I am running Windows 7 with Media Center.

Today it stopped working correctly. Everything is very slow including video decoding although audio is fine.

There were no recent updates to the computer (SW or HW). One day it worked and the next day it didn't.

I tried rebooting the computer and when it initially starts OK but after about 1 minute it is unusably slow again.
I tried deleting the Media Center database file to reconfigure it and it didn't help.
I tried running sfc /scannow but nothing was found.
I tried a system restore to a few days ago but it didn't make any difference.
I tried switching between windowed and full screen mode but the behavior is the same.
I tried googling but found nothing helpful.
When media center is running the entire computer is very slow. As soon as I stop running media center everything runs normally again.

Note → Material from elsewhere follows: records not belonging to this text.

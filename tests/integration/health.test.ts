import { describe, it, expect, afterAll } from 'vitest';
import { checkHealth } from '../../src/lib/server/health';
import { makeS3, storageSettings } from '../../src/lib/server/storage';
import { closeDb } from '../../src/lib/server/db';
import { startS3 } from '../../fakes/s3.mjs';
import { mkdtempSync, rmSync } from 'node:fs';
import { join } from 'node:path';
import { holdPort, release } from '../helpers/ports';

afterAll(() => closeDb());

describe('health', () => {
	it('reports every part ok against the running services', async () => {
		const r = await checkHealth();
		expect(r.parts).toEqual({ db: 'ok', storage: 'ok', mail: 'ok' });
		expect(r.ok).toBe(true);
	});

	it('names storage as failing when the object store is stopped, and recovers when it returns', async () => {
		const dir = mkdtempSync(join(process.cwd(), '.regolog', 's3-health-'));
		const port = Number(process.env.REGOLOG_TEST_PORT_SCRATCH_S3 ?? 24324);
		const settings = { ...storageSettings(), endpoint: `http://127.0.0.1:${port}`, bucket: 'health-bucket' };
		const server = await startS3({ port, dir, bucket: 'health-bucket' });
		// Each phase uses its own client so no kept-alive socket holds the stopped server open.
		const up = makeS3(settings);
		expect((await checkHealth({ s3: up, bucket: 'health-bucket' })).parts.storage).toBe('ok');
		up.destroy();
		await server.close();
		// down, with its port held so that it can come back on it (see holdPort)
		const dropper = await holdPort(port);
		const client = makeS3(settings);
		const down = await checkHealth({ s3: client, bucket: 'health-bucket' });
		client.destroy();
		expect(down.ok).toBe(false);
		expect(down.parts.db).toBe('ok');
		expect(down.parts.storage).toMatch(/^unavailable/);
		await release(dropper);
		const back = await startS3({ port, dir, bucket: 'health-bucket' });
		const again = makeS3(settings);
		expect((await checkHealth({ s3: again, bucket: 'health-bucket' })).parts.storage).toBe('ok');
		again.destroy();
		await back.close();
		rmSync(dir, { recursive: true, force: true });
	});
});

According to the resource monitor memory is only at 40% and my CPU is almost unused and disk I/O is at a minimum.

I am baffled and I would very much appreciate any help that anyone can offer. Why is it running so slow and what can I do to fix it?

My system is:
i3, 4GB of RAM, 500GB boot disk, 2TB media drive, low end video card with s-video out, windows 7

Thanks.


----------



## VistaUser42 (Nov 12, 2007)

I figured out the solution to my problem.

At the suggestion of a friend I ran the windows experience index tool. I noted the values from the initial system setup and the values after it was run again. I noticed that my graphics scores dropped from around 4.5 to 2.0.

I got the latest driver but it made no difference.

Then I observed after a fresh boot everything would work and then relatively quickly get slower. Now I was worried about heat.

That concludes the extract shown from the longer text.